Soilscapes of the post-glacial morainic regions of the youngest glaciation are characterized by small hydrological kettle hole catchments forming hummocky soil landscapes. The spatial heterogeneity of subsurface structures as well as erosion-controlled pedogenesis under arable land use may complicate hydrological modeling. Our aim was to generate a soil landscape model for a small representative kettle hole catchment based on geoelectrical exploration and soil profile information. For a 1-ha catchment located in the northeastern German lowlands near the town of Prenzlau, electrical resistivity transects were determined by a multi electrode system (IMPETUS 12 Fs) and electrical conductivity (ECa) was mapped by using the electromagnetic induction (EMI) device EM38DD in both the vertical and horizontal modes.

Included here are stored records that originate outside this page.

/// <summary>
/// sensitivities=true on the three non-Newtonian routes: every entry against a central difference of the same
/// calculation through the service (<see cref="SensitivityHarness"/>), in every regime: the power law laminar, just
/// above the critical Reynolds number (the warned band) and turbulent; Bingham plastics at Hedstrom numbers from 1000
/// to 2e5, near the transition and close to the plug limit. Every case lies at least 1 percent in Re from the power
/// law's jump at Re_c (the harness steps by 0.1 percent), where there is no derivative.
/// </summary>
public sealed class NonNewtonianSensitivityTests(ApiFixture api)
{
    private static JsonObject J(string json) => JsonNode.Parse(json)!.AsObject();

    private const string Mud = "\"model\": \"power-law\", \"density\": 1200.0, \"consistencyIndex\": 0.5, \"flowBehaviorIndex\": 0.6";
    private const string Water = "\"model\": \"bingham-plastic\", \"density\": 1000.0, \"yieldStress\": 0.01, \"plasticViscosity\": 0.005";
    private const string Thin = "\"model\": \"bingham-plastic\", \"density\": 1100.0, \"yieldStress\": 0.2, \"plasticViscosity\": 0.004";
    private const string Slurry = "\"model\": \"bingham-plastic\", \"density\": 1100.0, \"yieldStress\": 0.5, \"plasticViscosity\": 0.01";
    private const string Paste = "\"model\": \"bingham-plastic\", \"density\": 1450.0, \"yieldStress\": 25.0, \"plasticViscosity\": 0.06";

    private async Task<JsonElementAndChecks> Check(string route, bool post, string json, int atLeast)
    {
        var harness = new SensitivityHarness(api, route, post);
        var request = J(json);
        int checks = await harness.CheckAll(request);
        Assert.True(checks >= atLeast, $"{route}: only {checks} entries checked");
        return new(await harness.Call(request, sensitivities: false), checks);
    }

    private sealed record JsonElementAndChecks(System.Text.Json.JsonElement Body, int Checks);

    private static void AssertRegime(System.Text.Json.JsonElement body, string regime, string method)
    {
        Assert.Equal(regime, body.GetProperty("regime").GetString());
        Assert.Equal(method, body.GetProperty("method").GetString());
        if (body.TryGetProperty("criticalReynolds", out var rc) && rc.ValueKind == System.Text.Json.JsonValueKind.Number)
        {
            double ratio = body.GetProperty("reynolds").GetDouble() / rc.GetDouble();
            Assert.True(Math.Abs(ratio - 1) > 0.01, $"Re/Re_c = {ratio}: too close to the jump");
        }
    }

    public static TheoryData<string, bool, string, string, string> FrictionCases() => new()
    {
        { "power-law laminar", false, "{" + Mud + ", \"velocity\": 1.0, \"diameter\": 0.1}", "laminar", "metzner-reed-laminar" },
        { "power-law warned band, turbulent side", true, "{" + Mud + ", \"velocity\": 5.8, \"diameter\": 0.1}", "turbulent", "dodge-metzner" },
        { "power-law turbulent", false, "{" + Mud + ", \"velocity\": 12.0, \"diameter\": 0.1}", "turbulent", "dodge-metzner" },
        { "bingham He 1000, turbulent", true, "{" + Water + ", \"velocity\": 3.0, \"diameter\": 0.05}", "turbulent", "darby-mun-boger" },
        { "bingham He 1000, laminar", false, "{" + Water + ", \"velocity\": 0.1, \"diameter\": 0.05}", "laminar", "darby-mun-boger" },
        { "bingham He 1.4e5, turbulent", true, "{" + Thin + ", \"velocity\": 3.0, \"diameter\": 0.1}", "turbulent", "darby-mun-boger" },
        { "bingham low He, near transition", false, "{" + Slurry + ", \"velocity\": 0.6, \"diameter\": 0.05}", "laminar", "darby-mun-boger" },
        { "bingham high He, laminar", false, "{" + Paste + ", \"velocity\": 1.7, \"diameter\": 0.15}", "laminar", "darby-mun-boger" },
        { "bingham high He, plug-like", true, "{" + Paste + ", \"velocity\": 0.05, \"diameter\": 0.15}", "laminar", "darby-mun-boger" },
    };

    [Theory]
    [MemberData(nameof(FrictionCases))]
    public async Task FrictionFactor_EveryEntryMatchesCentralDifference(string name, bool post, string json, string regime, string method)
    {
        // Two outputs (frictionFactor, reynolds) by five inputs (velocity, diameter, density and two rheology fields).
        var r = await Check("/v1/non-newtonian/friction-factor", post, json, 10);
        Assert.True(r.Checks == 10, $"{name}: {r.Checks}");
        AssertRegime(r.Body, regime, method);
    }

    public static TheoryData<string, bool, string, string> PipeCases() => new()
    {
        { "power-law laminar", false, "{" + Mud + ", \"flow\": 0.005, \"diameter\": 0.1, \"length\": 800.0, \"minorLossCoefficient\": 3.5}", "laminar" },
        { "power-law warned band, turbulent side", true, "{" + Mud + ", \"flow\": 0.047, \"diameter\": 0.1, \"length\": 800.0, \"minorLossCoefficient\": 3.5}", "turbulent" },
        { "power-law turbulent", false, "{" + Mud + ", \"flow\": 0.1, \"diameter\": 0.1, \"length\": 800.0, \"minorLossCoefficient\": 3.5}", "turbulent" },
        { "bingham He 1000, turbulent", true, "{" + Water + ", \"flow\": 0.005, \"diameter\": 0.05, \"length\": 800.0, \"minorLossCoefficient\": 3.5}", "turbulent" },
        { "bingham He 1.4e5", true, "{" + Thin + ", \"flow\": 0.02, \"diameter\": 0.1, \"length\": 800.0, \"minorLossCoefficient\": 3.5}", "turbulent" },
        { "bingham high He, laminar", false, "{" + Paste + ", \"flow\": 0.03, \"diameter\": 0.15, \"length\": 1200.0, \"minorLossCoefficient\": 4.5}", "laminar" },
        { "bingham high He, plug-like", true, "{" + Paste + ", \"flow\": 0.001, \"diameter\": 0.15, \"length\": 1200.0, \"minorLossCoefficient\": 4.5}", "laminar" },
    };

    [Theory]
    [MemberData(nameof(PipeCases))]
    public async Task HeadLoss_EveryEntryMatchesCentralDifference(string name, bool post, string json, string regime)
    {
        // Four outputs (headLoss, frictionFactor, reynolds, velocity) by seven inputs; velocity depends on flow and
        // diameter only, and its other entries are zero (checked as such by the harness).
        var r = await Check("/v1/non-newtonian/head-loss", post, json, 28);
        Assert.True(r.Checks == 28, $"{name}: {r.Checks}");
        Assert.Equal(regime, r.Body.GetProperty("regime").GetString());
    }

    [Theory]
    [MemberData(nameof(PipeCases))]
    public async Task Flow_EveryEntryMatchesCentralDifference(string name, bool post, string json, string regime)
    {
        // The head the head-loss route gives for that flow, then the inverse problem from it.
        var headLoss = J(json);
        var (status, _, body) = await api.GetJson("/v1/non-newtonian/head-loss?" + string.Join("&", headLoss.Select(p =>
            p.Key + "=" + Uri.EscapeDataString(p.Value is JsonValue v && v.TryGetValue<double>(out var d) ? d.ToString("R", CultureInfo.InvariantCulture) : p.Value!.GetValue<string>()))));
        Assert.Equal(200, status);
        var flow = (JsonObject)headLoss.DeepClone();
        flow.Remove("flow");
        flow["headLoss"] = body.GetProperty("headLoss").GetDouble();
        var r = await Check("/v1/non-newtonian/flow", post, flow.ToJsonString(), 28);
        Assert.True(r.Checks == 28, $"{name}: {r.Checks}");
        Assert.Equal(regime, r.Body.GetProperty("regime").GetString());
        Assert.Equal(headLoss["flow"]!.GetValue<double>(), r.Body.GetProperty("flow").GetDouble(), 1e-9 * headLoss["flow"]!.GetValue<double>());
    }

    [Fact]
    public async Task FlowFromHead_DerivativeInTheHeadIsTheReciprocalOfTheHeadLossDerivativeInTheFlow()
    {
        // The inverse function's derivative (a stated property): dQ/dh = 1 / (dh/dQ) at the same point.
        const string q = "model=bingham-plastic&density=1450&yieldStress=25&plasticViscosity=0.06&diameter=0.15&length=1200&minorLossCoefficient=4.5";
        var h = await api.GetJson("/v1/non-newtonian/head-loss?" + q + "&flow=0.03&sensitivities=true");
        double head = h.Body.GetProperty("headLoss").GetDouble();
        double dhdq = h.Body.GetProperty("sensitivities").GetProperty("headLoss").GetProperty("flow").GetProperty("derivative").GetDouble();
        var f = await api.GetJson("/v1/non-newtonian/flow?" + q + "&sensitivities=true&headLoss=" + head.ToString("R", CultureInfo.InvariantCulture));
        double dqdh = f.Body.GetProperty("sensitivities").GetProperty("flow").GetProperty("headLoss").GetProperty("derivative").GetDouble();
        Assert.Equal(1 / dhdq, dqdh, 1e-9 / dhdq);
    }

    [Theory]
    [InlineData("/v1/non-newtonian/friction-factor?model=power-law&density=1200&consistencyIndex=0.5&flowBehaviorIndex=0.6&velocity=2&diameter=0.1")]
    [InlineData("/v1/non-newtonian/head-loss?model=bingham-plastic&density=1450&yieldStress=25&plasticViscosity=0.06&flow=0.03&diameter=0.15&length=1200")]
    [InlineData("/v1/non-newtonian/flow?model=bingham-plastic&density=1450&yieldStress=25&plasticViscosity=0.06&headLoss=80&diameter=0.15&length=1200")]
    public async Task Sensitivities_NotAskedFor_AreOmitted_AndInputsNotGivenAreNotListed(string url)
    {
        var plain = await api.GetJson(url);
        Assert.Equal(200, plain.Status);
        Assert.False(plain.Body.TryGetProperty("sensitivities", out _));
        var asked = await api.GetJson(url + "&sensitivities=true");
        var table = asked.Body.GetProperty("sensitivities");
        foreach (var output in table.EnumerateObject())
        {
            // minorLossCoefficient was not given (its default 0 is an assumption), nor a field of the other model.
            Assert.False(output.Value.TryGetProperty("minorLossCoefficient", out _));
            Assert.False(output.Value.TryGetProperty(url.Contains("power-law") ? "yieldStress" : "flowBehaviorIndex", out _));
        }
    }

    [Fact]
    public async Task Sensitivities_UsUnits_StaySi()
    {
        // The same paste line in SI and in US units (exact factors, NIST SP 811): the derivative entries are equal.
        const double ft = 0.3048, lbf = 0.45359237 * 9.80665, lbPerFt3 = 0.45359237 / (ft * ft * ft), psf = lbf / (ft * ft);
        var si = await api.GetJson("/v1/non-newtonian/head-loss?model=bingham-plastic&density=1450&yieldStress=25&plasticViscosity=0.06&flow=0.03&diameter=0.15&length=1200&sensitivities=true");
        string us = FormattableString.Invariant(
            $"/v1/non-newtonian/head-loss?units=us&model=bingham-plastic&density={1450 / lbPerFt3:R}&yieldStress={25 / psf:R}&plasticViscosity={0.06 / psf:R}&flow={0.03 / (ft * ft * ft):R}&diameter={0.15 / ft:R}&length={1200 / ft:R}&sensitivities=true");
        var u = await api.GetJson(us);
        Assert.Equal(200, u.Status);
        foreach (string input in new[] { "flow", "diameter", "yieldStress", "plasticViscosity", "density" })
        {
            double a = si.Body.GetProperty("sensitivities").GetProperty("headLoss").GetProperty(input).GetProperty("derivative").GetDouble();
            double b = u.Body.GetProperty("sensitivities").GetProperty("headLoss").GetProperty(input).GetProperty("derivative").GetDouble();
            Assert.Equal(a, b, Math.Abs(a) * 1e-9);
        }
    }

    [Fact]
    public async Task Sensitivities_TextSelectsOneEntry_AndTheSheetShowsTheTable()
    {
        const string url = "/v1/non-newtonian/flow?model=power-law&density=1200&consistencyIndex=0.5&flowBehaviorIndex=0.6&headLoss=25&diameter=0.1&length=350&sensitivities=true";
        var json = await api.GetJson(url);
        double expected = json.Body.GetProperty("sensitivities").GetProperty("flow").GetProperty("flowBehaviorIndex").GetProperty("derivative").GetDouble();
        string text = await api.Client.GetStringAsync(url + "&format=text&select=sensitivities.flow.flowBehaviorIndex.derivative", TestContext.Current.CancellationToken);
        Assert.Equal(expected, double.Parse(text, CultureInfo.InvariantCulture));
        string html = await api.Client.GetStringAsync(url + "&format=html", TestContext.Current.CancellationToken);
        Assert.Contains("id=\"sensitivities\"", html);
        Assert.Contains("<td>flow</td><td>flowBehaviorIndex</td>", html);
    }

    [Theory]
    [InlineData("model=power-law&density=1e5&consistencyIndex=1e-300&flowBehaviorIndex=0.01&velocity=1e4&diameter=100")]
    [InlineData("model=bingham-plastic&density=1e-300&yieldStress=1e6&plasticViscosity=1e-300&velocity=1e-300&diameter=1e-6")]
    [InlineData("model=bingham-plastic&density=1e5&yieldStress=1e6&plasticViscosity=5e-324&velocity=1e4&diameter=100")]
    [InlineData("model=power-law&density=5e-324&consistencyIndex=1e6&flowBehaviorIndex=2&velocity=5e-324&diameter=1e-6")]
    [InlineData("model=bingham-plastic&density=1450&yieldStress=0&plasticViscosity=0.06&velocity=2&diameter=0.1")]
    public async Task Sensitivities_Extremes_FiniteNumbersOrAProblem_NeverA5xx(string query)
    {
        foreach (string url in new[]
                 {
                     "/v1/non-newtonian/friction-factor?" + query,
                     "/v1/non-newtonian/head-loss?" + query.Replace("velocity", "flow") + "&length=1e7&minorLossCoefficient=1e6",
                     "/v1/non-newtonian/flow?" + query.Replace("velocity", "headLoss") + "&length=1e7&minorLossCoefficient=1e6",
                 })
        {
            var r = await api.GetJson(url + "&sensitivities=true");
            Assert.True(r.Status is 200 or 400 or 422, $"{url}: {r.Status}: {r.Body}");
            if (r.Status == 200) Assert.DoesNotContain("NaN", r.Body.ToString());
        }
    }

    [Fact]
    public async Task Sensitivities_YieldStressZero_IsTheFirstOrderBuckinghamTerm()
    {
        // A Bingham plastic without yield stress in laminar flow: f = 64/Re (Darcy) and, to first order in He,
        // f_L = (16/Re)(1 + He/(6 Re)), so d(frictionFactor)/d(yieldStress) = f (rho D^2/mu^2) / (6 Re) (Buckingham-Reiner's
        // expansion; the turbulent part of the combination is below 1e-3 of it here).
        double rho = 1000, mu = 0.5, v = 0.5, d = 0.05, re = rho * v * d / mu;
        var r = await api.GetJson(FormattableString.Invariant(
            $"/v1/non-newtonian/friction-factor?model=bingham-plastic&density={rho}&yieldStress=0&plasticViscosity={mu}&velocity={v}&diameter={d}&sensitivities=true"));
        Assert.Equal(200, r.Status);
        double f = r.Body.GetProperty("frictionFactor").GetDouble();
        Assert.Equal(64 / re, f, 1e-3 * f);
        double derivative = r.Body.GetProperty("sensitivities").GetProperty("frictionFactor").GetProperty("yieldStress").GetProperty("derivative").GetDouble();
        double expected = f * (rho * d * d / (mu * mu)) / (6 * re);
        Assert.Equal(expected, derivative, 1e-3 * expected);
        // The elasticity of an input that is zero is absent.
        Assert.False(r.Body.GetProperty("sensitivities").GetProperty("frictionFactor").GetProperty("yieldStress").TryGetProperty("elasticity", out var e)
            && e.ValueKind == System.Text.Json.JsonValueKind.Number);
    }

    [Fact]
    public async Task Sensitivities_Batch_RefusedByName_AndNoColumnInCsv()
    {
        // Batches never carry sensitivities: asking is a 400 naming the option (not silently ignored), and the CSV
        // answer has no sensitivity column.
        const string csvBody = "model,density,yieldStress,plasticViscosity,headLoss,diameter,length\r\nbingham-plastic,1450,25,0.06,80,0.15,1200\r\n";
        var refused = await api.PostRaw("/v1/batch/non-newtonian/flow?sensitivities=true", csvBody, "text/csv");
        ProblemAssert.NamesField(refused, 400, "sensitivities");
        using var content = new StringContent(csvBody, System.Text.Encoding.UTF8, "text/csv");
        using var response = await api.Client.PostAsync("/v1/batch/non-newtonian/flow", content, TestContext.Current.CancellationToken);
        Assert.Equal(200, (int)response.StatusCode);
        string header = (await response.Content.ReadAsStringAsync(TestContext.Current.CancellationToken)).Split("\r\n")[0];
        Assert.Contains("flow", header.Split(','));
        Assert.DoesNotContain("sensitivities", header);
    }
}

The 1-m digital elevation model (DEM) was obtained by kriging from high resolution manual elevation data determined with a leveling device (ZEISS Ni 40). Soil profile data from 26 boreholes distributed radially around the central pond were used to identify boundaries between soil horizons. The soil is characterized by varying topography and morphology of diagnostic horizons such as M- (colluvium), Bt- (clay illuviation), and C- (parent glacial till). By EMI mapping we identified (i) the boundary between erosive and colluvial areas around the kettle hole, and modeled (ii) the subsurface morphology of loamy horizons. Electrical resistivity tomography results coincide with these findings and allow for distinguishing between sandy and loamy dominated areas both in vertical and horizontal direction, respectively. This soil model of soil textural properties could be used for hydrological modeling.